Andrei Arlovski v. Carlos Felipe
This fight was very closely contested. Neither fighter has really shown themselves to be knockout artists in the past few years so it was anticipated that one of them would win by decision. Arlovski continued on his path of smarter fighting and better defense which has helped him in the recent years to win 3 out of his last 4 fights. Felipe was the one bringing the pressure for a majority of the fight and narrowly was missing some heavy shots. Arlovski was able to continue evading by an inch and continue to do enough to outpoint Felipe and win rounds. By the third round both were exhausted and leaning on each other. Their movement was much slower and Felipe continued to try and pursue but his cardio was struggling as well. In the end, Arlovski did enough to get the judges nod and now increased his recent success to 4 wins out of his last 5 fights. Arlovski by unanimous decision.
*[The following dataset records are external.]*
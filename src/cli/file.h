/* SPDX-License-Identifier: GPL-3.0-or-later */
#ifndef CLI_FILE_H
#define CLI_FILE_H

#include "base/text.h"

/* A whole file, "-" standard input, up to `most` bytes. The caller finishes `content`, whatever
 * the answer. RF_IO, RF_LIMIT, RF_MEMORY. */
enum rf_status file_read(const char *path, size_t most, struct text *content,
                         struct rf_error *error);

/* Writes a file, in place of what is there. RF_IO, RF_MEMORY (a text that failed). */
enum rf_status file_write(const char *path, const struct text *content, struct rf_error *error);

#endif
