/* SPDX-License-Identifier: GPL-3.0-or-later */
/* What the faults of every family do to the wiring, and readings worked out by hand. */
#include "fault_rings.h"
#include "fit/forward.h"

#include "../suite.h"

/* --- what it does to the wiring --- */

/* Every spot of every set-up but the highest. */
static size_t measure_all(const struct rf_job *job, struct measurement measured[])
{
    size_t n = 0;
    for (size_t setup = 0; setup < N_SETUPS; setup++)
        for (int spot = 0; spot < N_SPOTS; spot++) {
            if (spot == SPOT_HIGHEST || (setups[setup].spots & 1u << spot) == 0)
                continue;
            for (size_t place = 0; place < (spot == SPOT_POINT ? job->n_places : 1); place++)
                if (spot != SPOT_POINT || place_has_front(job, place)) {
                    ck_assert_uint_lt(n, MOST_MEASURED);
                    measured[n++] = (struct measurement){setup, (enum spot)spot, place};
                }
        }
    return n;
}

struct bench {
    struct small_ring ring;
    struct wiring recorded, changed;
    struct measurement measured[MOST_MEASURED];
    size_t n_measured;
    struct forward *forward;
    double sound[MOST_MEASURED], mean[MOST_MEASURED]; /* Ω; −1: over range */
};

static struct bench bench;

static void read_all(const struct wiring *wiring, double mean[])
{
    double theta[RING_MAX_PLACES + 16] = {0};
    ck_assert_int_le(wiring->n_parameters, RING_MAX_PLACES + 16);
    ck_assert_int_eq(forward_analyse(bench.forward, wiring), RF_OK);
    ck_assert_int_eq(forward_evaluate(bench.forward, theta), RF_OK);
    for (size_t i = 0; i < bench.n_measured; i++)
        mean[i] = forward_reachable(bench.forward, i) ? forward_mean(bench.forward, i) : -1;
}

static void set_bench(void)
{
    const struct rf_job *job = &bench.ring.job;
    ck_assert_int_eq(wiring_init(&bench.recorded, job, &models, NULL), RF_OK);
    ck_assert_int_eq(wiring_init(&bench.changed, job, &models, NULL), RF_OK);
    bench.n_measured = measure_all(job, bench.measured);
    bench.forward = forward_create(&bench.recorded, bench.measured, bench.n_measured);
    ck_assert_ptr_nonnull(bench.forward);
    read_all(&bench.recorded, bench.sound);
}

static void clear_bench(void)
{
    forward_destroy(bench.forward);
    wiring_finish(&bench.recorded);
    wiring_finish(&bench.changed);
}

static void apply_all(const struct hypothesis *hypothesis)
{
    int parameter_of[FAULTS_AT_ONCE];
    wiring_copy(&bench.changed, &bench.recorded);
    hypothesis_apply(hypothesis, &bench.changed, parameter_of);
    int next = bench.recorded.n_parameters;
    for (size_t i = 0; i < hypothesis->n_faults; i++)
        ck_assert_int_eq(parameter_of[i],
                         fault_has_parameter(&hypothesis->faults[i]) ? next++ : NO_PARAMETER);
    ck_assert_int_eq(bench.changed.n_parameters, next);
    ck_assert_int_le(bench.changed.n_nodes,
                     bench.recorded.n_nodes + (int)hypothesis->n_faults * NODES_PER_FAULT);
    ck_assert_uint_le(bench.changed.n_wires,
                      bench.recorded.n_wires + hypothesis->n_faults * WIRES_PER_FAULT);
}
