/* SPDX-License-Identifier: GPL-3.0-or-later */
#include "faults/places.h"

static void enumerate(const struct rf_job *job, const struct rf_models *models,
                      fault_callback *callback, void *context)
{
    (void)models;
    for (size_t setup = 0; setup < N_SETUPS; setup++) {
        struct fault fault = {.family = &fault_family_not_crossed, .setup = setup};
        if (setups[setup].joining == JOIN_CROSS && setup_has_readings(job, setup) &&
            !callback(context, &fault))
            return;
    }
}

static void apply(const struct fault *fault, struct wiring *wiring, double median, int parameter)
{
    (void)median;
    (void)parameter;
    wiring->links[fault->setup].not_crossed = true;
}

static void looks(const struct fault *fault, const struct rf_job *job,
                  const struct rf_models *models, look_callback *callback, void *context)
{
    (void)job;
    look_board(place_share(fault, models), callback, context);
}

static void describe_kind(const struct fault *fault, struct text *out)
{
    text_addf(out, "links not crossed for the %s test", pair_words[setups[fault->setup].pair]);
}

static void describe(const struct fault *fault, const struct rf_job *job, struct text *out)
{
    (void)job;
    describe_kind(fault, out);
}

const struct fault_family fault_family_not_crossed = {
    .name = "not_crossed",
    .fields = FIELD_CROSS_SETUP,
    .enumerate = enumerate,
    .apply = apply,
    .looks = looks,
    .share_names = place_shares,
    .n_shares = 1,
    .describe = describe,
    .describe_kind = describe_kind,
};
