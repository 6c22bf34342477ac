/* SPDX-License-Identifier: GPL-3.0-or-later */
#include "faults/places.h"

static void enumerate(const struct rf_job *job, const struct rf_models *models,
                      fault_callback *callback, void *context)
{
    (void)job;
    (void)models;
    for (int leg = 0; leg < 2; leg++) {
        struct fault fault = {.family = &fault_family_wrong_leg, .leg_in = leg == 1};
        if (!callback(context, &fault))
            return;
    }
}

static bool is_terminal_of(size_t place, int node)
{
    return node >= terminal(place, LINE) && node <= terminal(place, CPC);
}

/* Whatever ends at that leg's ends, spurs hung there too. */
static void apply(const struct fault *fault, struct wiring *wiring, double median, int parameter)
{
    (void)median;
    (void)parameter;
    size_t end = fault->leg_in ? place_in(wiring->job) : place_out();
    for (size_t i = 0; i < wiring->n_wires; i++) {
        struct wire *wire = &wiring->wires[i];
        if (wire->a >= 0 && (is_terminal_of(end, wire->a) || is_terminal_of(end, wire->b)))
            wire->a = -1;
    }
}

static void looks(const struct fault *fault, const struct rf_job *job,
                  const struct rf_models *models, look_callback *callback, void *context)
{
    (void)job;
    look_board(place_share(fault, models), callback, context);
}

static enum danger danger(const struct fault *fault, const struct rf_job *job)
{
    (void)fault;
    (void)job;
    return DANGER_OTHER_CIRCUIT;
}

static void describe_kind(const struct fault *fault, struct text *out)
{
    text_addf(out, "%s leg belongs to another circuit", leg_word(fault->leg_in));
}

static void describe(const struct fault *fault, const struct rf_job *job, struct text *out)
{
    (void)job;
    describe_kind(fault, out);
}

const struct fault_family fault_family_wrong_leg = {
    .name = "wrong_leg",
    .fields = FIELD_LEG,
    .enumerate = enumerate,
    .apply = apply,
    .looks = looks,
    .share_names = place_shares,
    .n_shares = 1,
    .danger = danger,
    .describe = describe,
    .describe_kind = describe_kind,
};
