/* log of likelihood × prior; means from the forward model. */
static double log_joint(struct bench *bench, const double *theta, size_t d)
{
    struct forward *forward = fitter_forward_to_use(bench->fitter);
    const struct observation *observations;
    double sum = log_prior(theta, d);
    if (forward_evaluate(forward, theta) != RF_OK)
        return -INFINITY;
    size_t n = fitter_observations(bench->fitter, &observations);
    for (size_t i = 0; i < n; i++) {
        const struct reading *r = &bench->job->readings[i];
        size_t m = observations[i].measurement;
        sum += log_likelihood(r->open ? NAN : r->ohms, forward_reachable(forward, m)
                                                            ? forward_mean(forward, m)
                                                            : NAN);
    }
    return sum;
}

/* --- means against plain.h --- */

static int group_of(const int *parent, int node)
{
    while (parent[node] != node)
        node = parent[node];
    return node;
}

/* Resistance between two nodes by nodal analysis: 0 Ω joins nodes, the rest is a Laplacian with one
 * node at earth. The probes must be joined by some path. */
static double nodal_resistance(const struct plain *plain, int a, int b)
{
    int parent[PLAIN_NODES];
    for (int i = 0; i < PLAIN_NODES; i++)
        parent[i] = i;
    for (size_t i = 0; i < plain->n_resistors; i++)
        if (!(plain->resistors[i].ohms > 0))
            parent[group_of(parent, plain->resistors[i].a)] =
                group_of(parent, plain->resistors[i].b);
    gsl_matrix *laplacian = gsl_matrix_calloc(PLAIN_NODES, PLAIN_NODES);
    gsl_vector *current = gsl_vector_calloc(PLAIN_NODES), *v = gsl_vector_calloc(PLAIN_NODES);
    for (size_t i = 0; i < plain->n_resistors; i++) {
        size_t p = (size_t)group_of(parent, plain->resistors[i].a);
        size_t q = (size_t)group_of(parent, plain->resistors[i].b);
        double g = p == q ? 0 : 1 / plain->resistors[i].ohms;
        *gsl_matrix_ptr(laplacian, p, p) += g;
        *gsl_matrix_ptr(laplacian, q, q) += g;
        *gsl_matrix_ptr(laplacian, p, q) -= g;
        *gsl_matrix_ptr(laplacian, q, p) -= g;
    }
    /* A leak of 1e9 Ω to earth from every node keeps floating parts solvable. */
    for (size_t i = 0; i < PLAIN_NODES; i++)
        *gsl_matrix_ptr(laplacian, i, i) += 1e-9;
    size_t from = (size_t)group_of(parent, a), to = (size_t)group_of(parent, b);
    *gsl_vector_ptr(current, from) += 1;
    *gsl_vector_ptr(current, to) -= 1;
    ck_assert_int_eq(gsl_linalg_cholesky_decomp1(laplacian), 0);
    gsl_linalg_cholesky_solve(laplacian, current, v);
    double ohms = gsl_vector_get(v, from) - gsl_vector_get(v, to);
    gsl_matrix_free(laplacian);
    gsl_vector_free(current);
    gsl_vector_free(v);
    return ohms;
}

/* --- the jobs --- */

static const char one_point[] =
    "\"points\": [{\"id\": \"P1\", \"run_m\": 9}], \"last_run_m\": 14";
static const char two_points[] =
    "\"points\": [{\"id\": \"P1\", \"run_m\": 8}, {\"id\": \"P2\", \"run_m\": 12}],"
    "\"last_run_m\": 7, \"spurs\": [{\"id\": \"S1\", \"from\": \"P2\", \"run_m\": 4}]";
static const char few[] = "\"end_to_end\": {\"l\": 1, \"n\": 1, \"e\": 1},"
                          "\"cross_ln\": {\"board\": 1, \"P1\": 1}";
static const char most[] =
    "\"end_to_end\": {\"l\": 1, \"n\": 1, \"e\": 1}, \"cross_ln\": {\"board\": 1, \"P1\": [1, 1],"
    "\"P2\": 1, \"S1\": 1}, \"cross_le\": {\"P1\": 1, \"P2\": 1}, \"link_out_ln\": {\"P2\": 1}";
static const char less[] = "\"end_to_end\": {\"l\": 1, \"n\": 1}, \"cross_ln\": {\"highest\": 1}";

static const struct {
    const char *ring, *readings, *truth;
} cases[] = {
    {one_point, few, ""},
    {one_point, few, "\"family\": \"joint\", \"run\": [\"P1\", \"in\"], \"conductor\": \"N\""},
    {one_point, few, "\"family\": \"contact\", \"at\": \"P1\", \"conductor\": \"L\""},
    {one_point, few, "\"family\": \"not_nulled\""},
    {one_point, few, "\"family\": \"short\", \"at\": \"P1\", \"pair\": \"ln\""},
    {two_points, most, ""},
    {two_points, most, "\"family\": \"joint\", \"run\": [\"P1\", \"P2\"], \"conductor\": \"L\""},
    {two_points, most, "\"family\": \"spur\", \"points\": [\"P1\"]"},
    {two_points, most, "\"family\": \"not_nulled\""},
    {two_points, most, "\"family\": \"contact\", \"at\": \"S1\", \"conductor\": \"N\""},
    {two_points, most, "\"family\": \"break\", \"run\": [\"P1\", \"P2\"], \"conductor\": \"N\""},
    {two_points, less, ""},
    {two_points, less, "\"family\": \"load\", \"at\": \"P2\""},
    {two_points, less, "\"family\": \"short\", \"at\": \"P2\", \"pair\": \"ln\""},
};
enum { N_CASES = sizeof cases / sizeof *cases, RANKED_TRIED = 6 };
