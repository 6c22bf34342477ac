/* SPDX-License-Identifier: GPL-3.0-or-later */
/*
 * Rings small and sound enough for a formula.
 *
 * Source of the crossed forms: "Resistance readings for Step 3 of the ring final circuit test",
 * Wiring Matters 89, IET, March 2022. With r1 and r2 the two conductors end to end and x the
 * fraction of the ring behind the point, a crossed reading is two paths in parallel, x r1 + (1−x)
 * r2 and (1−x) r1 + x r2, of sum r1 + r2 and product r1 r2 + (x − x²)(r1 − r2)²:
 *
 *     R(x) = [r1 r2 + (x − x²)(r1 − r2)²] / (r1 + r2)
 *
 * r1 r2 / (r1 + r2) at the board (x = 0 and 1), highest mid-ring, (r1 + r2)/4; for equal
 * conductors (r1 + r2)/4 everywhere. The other forms are series sums: common practice, no source.
 */
#include "../meter.h"
#include "../suite.h"


enum { N = 6, SPUR = N + 2, FURTHER = N + 3 };

static const double run_m[N + 1] = {6.5, 3.0, 8.0, 11.5, 2.5, 7.5, 9.0};
static const double spur_m = 3.0, further_m = 1.5;
static const char suffixes[3][3] = {"ln", "le", "ne"};

static struct small_ring ring;
static struct rf_models models;
static struct wiring wiring;
static double whole_m;

/* The spur hangs on P2, a further one on it. */
static void lay(double live_mm2, double cpc_mm2)
{
    models_for_tests(&models);
    ring_lay(&ring, N, run_m);
    ring_add_spur(&ring, 2, spur_m);
    ring_add_spur(&ring, SPUR, further_m);
    ring.job.live_mm2 = live_mm2;
    ring.job.cpc_mm2 = cpc_mm2;
    whole_m = 0.0;
    for (size_t place = 0; place < ring.job.n_places; place++) {
        ring.places[place].live_mm2 = live_mm2;
        ring.places[place].cpc_mm2 = cpc_mm2;
    }
    for (size_t run = 0; run <= N; run++)
        whole_m += run_m[run];
    ck_assert_int_eq(wiring_init(&wiring, &ring.job, &models, NULL), RF_OK);
}

static double read_pair(const char *setup, size_t pair, enum spot spot, size_t place)
{
    char name[24];
    snprintf(name, sizeof name, "%s_%s", setup, suffixes[pair]);
    return read_wiring(&wiring, name, spot, place);
}

/* r1, rn, r2: by the meter, end to end, as the method has it. */
static double end_to_end(enum conductor conductor)
{
    return read_wiring(&wiring, "end_to_end", SPOT_L + (enum spot)conductor, 0);
}

/* The fraction of the ring behind a ring point. */
static double fraction(size_t place)
{
    double sum = 0.0;
    for (size_t run = 0; run < place; run++)
        sum += run_m[run];
    return sum / whole_m;
}

START_TEST(equal_conductors_crossed)
{
    lay(2.5, 2.5);
    for (size_t p = 0; p < N_PAIRS; p++) {
        double quarter =
            (end_to_end(pair_members[p].first) + end_to_end(pair_members[p].second)) / 4;
        ck_assert_double_gt(quarter, 0.1);
        ck_assert_double_eq_tol(read_pair("cross", p, SPOT_BOARD, 0), quarter, 1e-13);
        for (size_t place = 1; place <= N; place++)
            ck_assert_double_eq_tol(read_pair("cross", p, SPOT_POINT, place), quarter, 1e-13);
    }
    wiring_finish(&wiring);
}
END_TEST

START_TEST(unequal_conductors_crossed)
{
    const double cables[][2] = {{1.5, 1.0}, {2.5, 1.0}, {2.5, 1.5}, {4.0, 1.5}, {6.0, 2.5}};
    for (size_t i = 0; i < sizeof cables / sizeof *cables; i++) {
        lay(cables[i][0], cables[i][1]);
        for (size_t p = 0; p < N_PAIRS; p++) {
            double r1 = end_to_end(pair_members[p].first);
            double r2 = end_to_end(pair_members[p].second);
            double board = read_pair("cross", p, SPOT_BOARD, 0);
            ck_assert_double_eq_tol(board, r1 * r2 / (r1 + r2), 1e-13);
            for (size_t place = 1; place <= N; place++) {
                double x = fraction(place), reading = read_pair("cross", p, SPOT_POINT, place);
                double expected = (r1 * r2 + (x - x * x) * (r1 - r2) * (r1 - r2)) / (r1 + r2);
                ck_assert_double_eq_tol(reading, expected, 1e-13);
                ck_assert_double_le(reading, (r1 + r2) / 4 + 1e-13);
                if (p != PAIR_LN)
                    ck_assert_double_gt(reading, board);
            }
        }
        wiring_finish(&wiring);
    }
}
END_TEST

/* A point half-way round reads (r1 + r2)/4, more than its neighbours. */
START_TEST(highest_in_the_middle)
{
    const double even_m[] = {5, 5, 5, 5};
    models_for_tests(&models);
    ring_lay(&ring, 3, even_m);
    ck_assert_int_eq(wiring_init(&wiring, &ring.job, &models, NULL), RF_OK);
    for (size_t p = PAIR_LE; p <= PAIR_NE; p++) {
        double r1 = end_to_end(pair_members[p].first), r2 = end_to_end(CPC);
        double middle = read_pair("cross", p, SPOT_POINT, 2);
        ck_assert_double_eq_tol(middle, (r1 + r2) / 4, 1e-13);
        ck_assert_double_gt(middle, read_pair("cross", p, SPOT_POINT, 1) + 1e-4);
        ck_assert_double_gt(middle, read_pair("cross", p, SPOT_POINT, 3) + 1e-4);
    }
    wiring_finish(&wiring);
}
END_TEST

/*
 * Common practice, no source: a spur reads higher than the ring, in both crossed tests. Exactly: it
 * reads its own two conductors more than the point it hangs on. Line with neutral that is more than
 * any point of the ring; line with CPC only more than where it hangs, since the ring's middle reads
 * high there anyway.
 */
START_TEST(spurs_read_higher)
{
    lay(2.5, 1.5);
    for (size_t p = 0; p < N_PAIRS; p++) {
        double per_m = 0.0;
        const enum conductor members[] = {pair_members[p].first, pair_members[p].second};
        for (int i = 0; i < 2; i++)
            per_m += end_to_end(members[i]) / whole_m;
        double tap = read_pair("cross", p, SPOT_POINT, 2);
        double spur = read_pair("cross", p, SPOT_POINT, SPUR);
        ck_assert_double_eq_tol(spur, tap + spur_m * per_m, 1e-13);
        ck_assert_double_eq_tol(read_pair("cross", p, SPOT_POINT, FURTHER),
                                tap + (spur_m + further_m) * per_m, 1e-13);
        for (size_t place = 1; p == PAIR_LN && place <= N; place++)
            ck_assert_double_gt(spur, read_pair("cross", p, SPOT_POINT, place) + 0.01);
    }
    wiring_finish(&wiring);
}
END_TEST

/* A link at one end: out along one conductor, back along the other. A wander lead: one conductor,
 * the one way; the rest of the ring hangs loose and carries nothing. */
START_TEST(links_and_leads_are_series_sums)
{
    lay(2.5, 1.5);
    for (size_t p = 0; p < N_PAIRS; p++) {
        double both = end_to_end(pair_members[p].first) + end_to_end(pair_members[p].second);
        double spur = both * spur_m / whole_m;
        ck_assert_double_eq_tol(read_pair("link_out", p, SPOT_IN, 0), both, 1e-13);
        ck_assert_double_eq_tol(read_pair("link_in", p, SPOT_OUT, 0), both, 1e-13);
        ck_assert_double_eq_tol(read_pair("link_out", p, SPOT_POINT, SPUR),
                                fraction(2) * both + spur, 1e-13);
        ck_assert_double_eq_tol(read_pair("link_in", p, SPOT_POINT, SPUR),
                                (1 - fraction(2)) * both + spur, 1e-13);
        for (size_t place = 1; place <= N; place++) {
            double out = read_pair("link_out", p, SPOT_POINT, place);
            double in = read_pair("link_in", p, SPOT_POINT, place);
            ck_assert_double_eq_tol(out, fraction(place) * both, 1e-13);
            ck_assert_double_eq_tol(in + out, both, 1e-13);
        }
    }
    const char *const leads[2][3] = {{"lead_out_l", "lead_out_n", "lead_out_e"},
                                     {"lead_in_l", "lead_in_n", "lead_in_e"}};
    for (enum conductor c = LINE; c < N_CONDUCTORS; c++) {
        double whole = end_to_end(c);
        for (size_t place = 1; place <= N; place++) {
            ck_assert_double_eq_tol(read_wiring(&wiring, leads[0][c], SPOT_POINT, place),
                                    whole * fraction(place), 1e-13);
            ck_assert_double_eq_tol(read_wiring(&wiring, leads[1][c], SPOT_POINT, place),
                                    whole * (1 - fraction(place)), 1e-13);
        }
        ck_assert_double_eq_tol(read_wiring(&wiring, leads[0][c], SPOT_POINT, SPUR),
                                whole * (fraction(2) + spur_m / whole_m), 1e-13);
    }
    wiring_finish(&wiring);
}
END_TEST

int main(void)
{
    Suite *suite = suite_create("closed forms");
    TCase *cases = tcase_create("closed forms");
    suite_add_tcase(suite, cases);
    tcase_add_test(cases, equal_conductors_crossed);
    tcase_add_test(cases, unequal_conductors_crossed);
    tcase_add_test(cases, highest_in_the_middle);
    tcase_add_test(cases, spurs_read_higher);
    tcase_add_test(cases, links_and_leads_are_series_sums);
    return run_suite(suite);
}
Aspen Ladd v. Norma Dumont
This bout ended up being a little less exciting than most had hoped for, especially for a main event. Ladd was coming back after a two year layoff and was moving up in weight class. Unfortunately for her, she was getting a good sized featherweight and was unable to ever get her takedowns going. For Ladd’s success in the UFC, it has always been her bread and butter to land takedowns and initiate her vicious ground and pound. However, Dumont was too strong and had the edge in striking so she was able to win round after round while Ladd continued to struggle in finding any rhythm. Dumont wins the first three rounds pretty clearly and an argument can be made that she also won the fourth and fifth rounds. The judges opinions did vary on rounds number four and five. Regardless, Dumont did enough coast to a somewhat lackluster victory, although she did add a very good name to her resume. Dumont by unanimous decision.